As a last resort you may want to create a new Outlook profile. This can be done in the Control Panel by clicking on the MAIL icon and then selecting "Show Profiles." Just click ADD and follow the prompts to set it up and use as the new default profile.

Regards,
Rollin


----------



## dseerveld

Thank you very much for your assistance.

It turns out that McAfee was bogging Outlook down. It came with my new machine. McAfee was clearly messing with my email, marking all of my incoming messages as [SPAM] and [PHISH] and it stuck a toolbar in Outlook that I couldn't get rid of, and disabling all the features did nothing to help. When I uninstalled it, Outlook suddenly worked perfectly.

I'll make a small donation, as usual. Thanks again for these great forums.


----------



## Bob Cerelli

I'm surprised at how many computers I have been taking McAfee and Norton off lately that have improved their performance dramatically. There are such better alternatives


----------



## Uncle Crust

'Kay, I put the wab dlls in the system32 folder and that solved the wab error problem. Now, I am unable to configure Outlook 2000 (under Vista) to get addresses from Contacts instead of from the address book.
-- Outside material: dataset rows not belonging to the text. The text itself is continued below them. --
/**
 * What cleaning changed, from the audit log and, when the report has them,
 * the imported and cleaned records: the changes in effect grouped by what
 * was done and why, with the records each group altered (records edited by
 * field, left out, whose name was merged), the log entries reverted, undone
 * or in conflict with the records, and the whole log as a table for the
 * spreadsheet. The words are the screen's change log's
 * (src-shared/cleaning/describe-entry.ts). The imported sheets are never changed.
 */
import type { LogConflict } from '../cleaning/apply-log';
import { entryAction, statusWords } from '../cleaning/describe-entry';
import type { EditEntry, EditKind, EditLog } from '../cleaning/edit-entry';
import { effectiveEntries, entryStatuses } from '../cleaning/edit-log';
import { entryField, entryRecordIds } from '../cleaning/log-filter';
import type { CleaningRecord } from '../cleaning/record';
import type { Block, Cell, TableBlock } from './model';

/** The records behind the report: as imported, with the log replayed (cleanedAnalysisOf gives all three). */
export interface CleaningRecords {
  readonly raw: readonly CleaningRecord[];
  readonly cleaned: readonly CleaningRecord[];
  readonly conflicts: readonly LogConflict[];
}

/** Only the three parts (a whole analysis may be given; the plan may be copied to a worker). */
export function cleaningRecordsOf(r: CleaningRecords): CleaningRecords {
  return { raw: r.raw, cleaned: r.cleaned, conflicts: r.conflicts };
}

const NO_REASON = '(no reason given)';
export const NOT_COUNTED = 'not counted';

export interface CleaningChange {
  readonly kind: EditKind;
  /** The change in the change log's words ("Set effort", "Left out", "Merged site name"). */
  readonly action: string;
  readonly field: string;
  readonly reason: string;
  /** Log entries of this kind, field and reason in effect. */
  readonly edits: number;
  /**
   * Records they changed, counted on the records when the report has them;
   * from the log alone, the records the entries name, and null for a name
   * merge (it names no record: it applies to every record with that name).
   */
  readonly records: number | null;
  /** The ids counted in `records`. */
  readonly recordIds: readonly string[];
}

/** Which records each entry in effect changed, read from the imported and cleaned records. */
class RecordIndex {
  private readonly raw: ReadonlyMap<string, CleaningRecord>;
  private readonly cleaned: ReadonlyMap<string, CleaningRecord>;
  /** Per field, the names merged into each name so far (a merge of a merge counts the first name's records too). */
  private readonly absorbed = new Map<string, Map<string, Set<string>>>();

  constructor(private readonly records: CleaningRecords) {
    this.raw = new Map(records.raw.map((r) => [r.id, r]));
    this.cleaned = new Map(records.cleaned.map((r) => [r.id, r]));
  }

  touched(e: EditEntry): string[] {
    const present = entryRecordIds(e).filter((id) => this.raw.has(id));
    switch (e.kind) {
      case 'exclude':
        return present.filter((id) => this.cleaned.get(id)?.excluded !== undefined);
      case 'include':
        return present.filter((id) => this.cleaned.get(id)?.excluded === undefined);
      case 'merge-name':
        return this.merged(e);
      default:
        return present;
    }
  }

  /** Records whose imported name is the merged one (or one merged into it before) and whose cleaned name differs. */
  private merged(e: Extract<EditEntry, { kind: 'merge-name' }>): string[] {
    let byName = this.absorbed.get(e.field);
    if (!byName) this.absorbed.set(e.field, (byName = new Map()));
    const origins = new Set([e.from, ...(byName.get(e.from) ?? [])]);
    byName.delete(e.from);
    byName.set(e.into, new Set([...(byName.get(e.into) ?? []), ...origins]));
    return this.records.raw
      .filter((r) => {
        const before = r.fields[e.field];
        return before !== null && before !== undefined && origins.has(String(before)) && this.cleaned.get(r.id)?.fields[e.field] !== before;
      })
      .map((r) => r.id);
  }
}

/** The changes in effect, grouped by kind, field and reason, in the order first seen. */
export function cleaningChanges(log: EditLog, records?: CleaningRecords): CleaningChange[] {
  const index = records ? new RecordIndex(records) : null;
  const groups = new Map<string, { kind: EditKind; action: string; field: string; reason: string; edits: number; ids: Set<string> }>();
  for (const e of effectiveEntries(log)) {
    const field = entryField(e) ?? '';
    const reason = e.reason?.trim() || NO_REASON;
    const key = JSON.stringify([e.kind, field, reason]);
    let g = groups.get(key);
    if (!g) groups.set(key, (g = { kind: e.kind, action: entryAction(e), field, reason, edits: 0, ids: new Set() }));
    g.edits++;
    for (const id of index ? index.touched(e) : entryRecordIds(e)) g.ids.add(id);
  }
  return [...groups.values()].map((g) => ({
    kind: g.kind,
    action: g.action,
    field: g.field,
    reason: g.reason,
    edits: g.edits,
    records: !index && g.kind === 'merge-name' ? null : g.ids.size,
    recordIds: [...g.ids],
  }));
}

/** Distinct records over the changes of some kinds, per field ('' for exclusions). */
function recordsByField(changes: readonly CleaningChange[], kinds: readonly EditKind[]): Map<string, Set<string>> {
  const out = new Map<string, Set<string>>();
  for (const c of changes) {
    if (!kinds.includes(c.kind)) continue;
    let ids = out.get(c.field);
    if (!ids) out.set(c.field, (ids = new Set()));
    for (const id of c.recordIds) ids.add(id);
  }
  return out;
}

export interface CleaningTotals {
  /** Records left out of the analysis by the log. */
  readonly excluded: number;
  /** Records taken back into the analysis by the log. */
  readonly back: number;
  /** Records whose values were set or converted, per field. */
  readonly edited: ReadonlyMap<string, number>;
  /** Records whose name was merged, per field; null when not counted (no records). */
  readonly merged: ReadonlyMap<string, number> | null;
  /** Name merges in effect, per field. */
  readonly merges: ReadonlyMap<string, number>;
  readonly entries: number;
  readonly inEffect: number;
  readonly reverted: number;
  readonly undone: number;
  /** Log entries in conflict with the records; null when not checked (no records). */
  readonly inConflict: number | null;
}

const sizes = (m: Map<string, Set<string>>): Map<string, number> => new Map([...m].map(([k, v]) => [k, v.size]));

export function cleaningTotals(log: EditLog, records?: CleaningRecords, changes: readonly CleaningChange[] = cleaningChanges(log, records)): CleaningTotals {
  const statuses = [...entryStatuses(log).values()];
  const merges = new Map<string, number>();
  for (const c of changes) if (c.kind === 'merge-name') merges.set(c.field, (merges.get(c.field) ?? 0) + c.edits);
  return {
    excluded: recordsByField(changes, ['exclude']).get('')?.size ?? 0,
    back: recordsByField(changes, ['include']).get('')?.size ?? 0,
    edited: sizes(recordsByField(changes, ['set-value', 'convert-unit'])),
    merged: records ? sizes(recordsByField(changes, ['merge-name'])) : null,
    merges,
    entries: log.entries.length,
    inEffect: statuses.filter((s) => s === 'in-effect').length,
    reverted: statuses.filter((s) => s === 'reverted').length,
    undone: statuses.filter((s) => s === 'undone').length,
    inConflict: records ? new Set(records.conflicts.map((c) => c.entryId)).size : null,
  };
}

const plural = (n: number, one: string, many = `${one}s`) => `${n} ${n === 1 ? one : many}`;
const perField = (m: ReadonlyMap<string, number>) => [...m].filter(([, n]) => n > 0).map(([f, n]) => `${f}: ${n}`).join(', ');
const sum = (m: ReadonlyMap<string, number>) => [...m.values()].reduce((a, n) => a + n, 0);

/** The sentences that open the cleaning part: records left out, edited and merged, then the state of the log. */
export function cleaningSentences(t: CleaningTotals): string[] {
  const parts: string[] = [];
  if (t.excluded || !(t.back || sum(t.edited) || t.merges.size)) parts.push(`left ${plural(t.excluded, 'record')} out of the analysis`);
  if (t.back) parts.push(`took ${plural(t.back, 'record')} back into the analysis`);
  const edited = sum(t.edited);
  if (edited) parts.push(`set or converted values in ${plural(edited, 'record')} (${perField(t.edited)})`);
  for (const [field, n] of t.merges) {
    const names = plural(n, 'name variant');
    const merged = t.merged?.get(field);
    parts.push(merged === undefined ? `merged ${names} of ${field} (the records they apply to are ${NOT_COUNTED}: the report was made from the log without the records)` : `merged ${names} of ${field} in ${plural(merged, 'record')}`);
  }
  const last = parts.pop()!;
  const changed = `Cleaning ${parts.length ? `${parts.join(', ')} and ${last}` : last}; each change is in the audit log with its reason (the spreadsheet holds the whole log).`;
  const none = (n: number, word: string) => (n ? `${n} ${word}` : `none ${word}`);
  const conflict =
    t.inConflict === null
      ? 'whether any is in conflict with the imported records was not checked (the report was made without the records)'
      : t.inConflict
        ? `${plural(t.inConflict, 'entry is', 'entries are')} in conflict with the imported records (listed below)`
        : 'none is in conflict with the imported records';
  const state = `The log holds ${plural(t.entries, 'entry', 'entries')}: ${t.inEffect} in effect, ${none(t.reverted, 'reverted')}, ${none(t.undone, 'undone')}; ${conflict}.`;
  return [changed, state];
}

function conflictsByEntry(records?: CleaningRecords): Map<string, string[]> {
  const out = new Map<string, string[]>();
  for (const c of records?.conflicts ?? []) out.set(c.entryId, [...(out.get(c.entryId) ?? []), c.message]);
  return out;
}

/** Every entry of the log as a row: id, time, author, action, field, records, from, to, reason, status, conflict. */
export function auditLogTable(log: EditLog, records?: CleaningRecords): TableBlock {
  const statuses = entryStatuses(log);
  const conflicts = conflictsByEntry(records);
  const rows = log.entries.map((e): Cell[] => {
    const ids = entryRecordIds(e);
    const [from, to] = changeValues(e);
    return [e.id, e.time, e.author ?? '', entryAction(e), entryField(e) ?? '', ids.join(', '), from, to, e.reason ?? '', statusWords[statuses.get(e.id) ?? 'in-effect'], (conflicts.get(e.id) ?? []).join(' ')];
  });
  return {
    kind: 'table',
    id: 'audit-log',
    caption: 'Cleaning audit log: every change, in order',
    columns: ['Edit', 'Time', 'Author', 'Change', 'Field', 'Records', 'From', 'To', 'Reason', 'Status', 'Conflict with the records'].map((header) => ({ header })),
    rows,
    notes: [
      'The change words are those of the change log on the Records stage. Undone and reverted changes are listed but do not change the analysis. The imported sheets are never changed; the cleaned table is the import with the changes in effect replayed.',
      records ? 'Conflict: what the replay found when a change no longer fits the records (it is then applied as far as it can be).' : 'Conflicts with the records were not checked: the report was made from the log without the records.',
    ],
  };
}

/** From and to as the cells hold them (a trailing space kept in the cell). */
function changeValues(e: EditEntry): [string, string] {
  const text = (v: string | number | null) => (v === null || v === '' ? '(blank)' : String(v));
  switch (e.kind) {
    case 'set-value':
      return [text(e.old), text(e.new)];
    case 'merge-name':
      return [e.from, e.into];
    case 'convert-unit':
      return [e.fromUnit ?? '', `${e.toUnit ?? ''} (× ${Number(e.factor.toPrecision(6))})`.trim()];
    case 'revert':
      return [e.target, ''];
    default:
      return ['', ''];
  }
}

export function cleaningTable(changes: readonly CleaningChange[], counted: boolean): TableBlock {
  return {
    kind: 'table',
    id: 'cleaning-changes',
    caption: 'What cleaning changed: changes in effect by change and reason',
    columns: [{ header: 'Change' }, { header: 'Reason' }, { header: 'Log entries', format: { kind: 'integer' } }, { header: 'Records', format: { kind: 'integer' } }],
    rows: changes.map((c) => [c.action, c.reason, c.edits, c.records ?? NOT_COUNTED]),
    notes: [
      counted
        ? `Records: the records each change altered, counted on the imported and the cleaned records${changes.some((c) => c.kind === 'include') ? ' (a record left out and later taken back counts under "Taken back" only)' : ''}.`
        : `Records: the records the log entries name. A name merge applies to every record with that name; without the records its count is "${NOT_COUNTED}".`,
    ],
  };
}

const MAX_CONFLICTS = 20;

/** The blocks of the cleaning part of the data section. */
export function cleaningBlocks(log: EditLog, records?: CleaningRecords): Block[] {
  const changes = cleaningChanges(log, records);
  const totals = cleaningTotals(log, records, changes);
  if (!changes.length && !totals.entries) return [{ kind: 'paragraph', text: 'Cleaning changed nothing: the analysis uses the records as imported.' }];
  const [changed, state] = cleaningSentences(totals);
  return [
    { kind: 'paragraph', text: changes.length ? `${changed} ${state}` : `No change is in effect: the analysis uses the records as imported. ${state}` },
    ...(changes.length ? [cleaningTable(changes, !!records)] : []),
    ...mergeList(log),
    ...conflictList(records),
  ];
}

/** The name variants merged, each as "from" into "into": the names a reader may look for in the sheets. */
function mergeList(log: EditLog): Block[] {
  const items = effectiveEntries(log).flatMap((e) => (e.kind === 'merge-name' ? [`${e.field}: "${e.from}" merged into "${e.into}"`] : []));
  return items.length ? [{ kind: 'list', title: 'Names merged', items }] : [];
}

function conflictList(records?: CleaningRecords): Block[] {
  const all = records?.conflicts ?? [];
  if (!all.length) return [];
  const items = all.slice(0, MAX_CONFLICTS).map((c) => c.message);
  if (all.length > MAX_CONFLICTS) items.push(`and ${all.length - MAX_CONFLICTS} more, in the audit log sheet`);
  return [{ kind: 'list', title: 'Changes in conflict with the records', items }];
}
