/** The methods paragraphs of a species section, written from the model spec and the trend's method notes. */
import { hasZeroPart, type ModelSpec, type Term } from '../model/spec';
import type { TrendResult } from '../trend/trend-analysis';
import type { ParagraphBlock } from './model';
import type { ReferenceKey } from './references';

const MODEL_WORDS: Record<ModelSpec['distribution'], { text: string; cites: ReferenceKey[] }> = {
  poisson: { text: 'a Poisson generalised linear model with a log link', cites: ['glm'] },
  quasipoisson: { text: 'a quasi-Poisson generalised linear model with a log link (the dispersion estimated from the Pearson chi-square over the residual degrees of freedom)', cites: ['glm'] },
  negbin: { text: 'a negative binomial generalised linear model with a log link (variance mu + mu^2/theta, theta estimated by maximum likelihood)', cites: ['negbin'] },
  zip: { text: 'a zero-inflated Poisson model (a logit model for the chance of an extra zero)', cites: ['zeroInflated', 'zeroModels'] },
  zinb: { text: 'a zero-inflated negative binomial model (a logit model for the chance of an extra zero)', cites: ['zeroInflated', 'zeroModels'] },
  'hurdle-poisson': { text: 'a Poisson hurdle model (a logit model for a non-zero count, a truncated Poisson for the positive counts)', cites: ['hurdle', 'zeroModels'] },
  'hurdle-negbin': { text: 'a negative binomial hurdle model (a logit model for a non-zero count, a truncated negative binomial for the positive counts)', cites: ['hurdle', 'zeroModels'] },
};

function termWords(t: Term): string {
  switch (t.type) {
    case 'numeric':
      return `"${t.column}" (numeric)`;
    case 'factor':
      return `"${t.column}" (factor${t.reference ? `, against "${t.reference}"` : ''})`;
    case 'interaction':
      return `the interaction of "${t.columns[0]}" and "${t.columns[1]}"`;
    case 'spline':
      return `a natural spline in "${t.column}" with ${t.df} df`;
  }
}

/** "a", "a and b", "a, b and c". */
export const andList = (xs: readonly string[]): string => (xs.length <= 1 ? xs.join('') : `${xs.slice(0, -1).join(', ')} and ${xs[xs.length - 1]}`);

/** "Counts were modelled with ..." — the model, its terms, offsets and site effect. */
export function modelParagraph(spec: ModelSpec): ParagraphBlock {
  const m = MODEL_WORDS[spec.distribution];
  const cites: ReferenceKey[] = [...m.cites];
  const parts = [`The counts in "${spec.response}" were modelled with ${m.text}.`];
  if (spec.time) {
    parts.push(spec.time.trend === 'annual'
      ? `Time entered as one effect per value of "${spec.time.column}"${spec.time.base !== undefined ? ` against ${spec.time.base}` : ''}.`
      : `Time entered as one log-linear slope on "${spec.time.column}".`);
  }
  parts.push(spec.predictors.length ? `Further terms: ${andList(spec.predictors.map(termWords))}.` : 'There were no further terms.');
  if (spec.offsets.length) {
    parts.push(`${andList(spec.offsets.map((o) => (o.log ? `log("${o.column}")` : `"${o.column}"`)))} entered as ${spec.offsets.length > 1 ? 'offsets' : 'an offset'} (coefficient fixed at 1), so the model describes counts per unit of ${andList(spec.offsets.map((o) => `"${o.column}"`))}.`);
  }
  if (spec.zeroPredictors.length) parts.push(`The zero part had the terms ${andList(spec.zeroPredictors.map(termWords))}.`);
  else if (hasZeroPart(spec.distribution)) parts.push('The zero part had an intercept only (one chance of an extra zero for every record).');
  if (spec.site?.effect === 'fixed') parts.push(`Each value of "${spec.site.column}" had its own fixed effect.`);
  if (spec.site?.effect === 'random') {
    const q = spec.site.quadraturePoints;
    parts.push(`Each value of "${spec.site.column}" had a normal random intercept; the marginal likelihood was integrated by ${q === 1 ? 'the Laplace approximation' : `adaptive Gauss-Hermite quadrature with ${q} nodes`}.`);
    cites.push('quadrature');
  }
  if (spec.robust === 'site') {
    parts.push(`Standard errors are site-clustered sandwich estimates${spec.site ? ` by "${spec.site.column}"` : ''}.`);
    cites.push('sandwich');
  }
  return { kind: 'paragraph', text: parts.join(' '), cites };
}

/** How the indices and the slope and their limits were computed, from the trend's own method notes. */
export function limitsParagraph(result: TrendResult): ParagraphBlock {
  const m = result.method;
  const cites: ReferenceKey[] = [];
  const notes = m ? [m.indices, m.slope].join(' ') : '';
  if (/delta method|Wald/.test(notes)) cites.push('delta');
  if (/sandwich/.test(notes)) cites.push('sandwich');
  if (/bootstrap/.test(notes)) cites.push('bootstrap');
  const text = m
    ? `Indices: ${m.indices}. Trend: ${m.slope}.${m.replicates ? ` ${m.replicates - (m.failedReplicates ?? 0)} of ${m.replicates} bootstrap replicates were used (seed ${m.seed}).` : ''}`
    : 'Indices and trend with Wald 95% limits.';
  return { kind: 'paragraph', text, cites };
}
Other forums give the solution as selecting _Services_ from the _Tools_ menu. Sigh. I think that option is only available if you are using the MS Exchange Server ... but, it seems, you can only successfully use Outlook 2000 under Vista in Internet Only mode. Anyway, I don't have a _Services_ option in my _Tools_ menu. I sure hope someone knows how to get Outlook to switch to using Contacts instead of the address book for sending e-mail.

Thanks so much in advance!


----------



## Bob Cerelli

Why not just use the native Contacts rather than the Windows Address Book and avoid the problem altogether?


----------



## Uncle Crust

Yes! That's **EXACTLY** what I'd like to be able to do! Whew! Someone that understands the problem.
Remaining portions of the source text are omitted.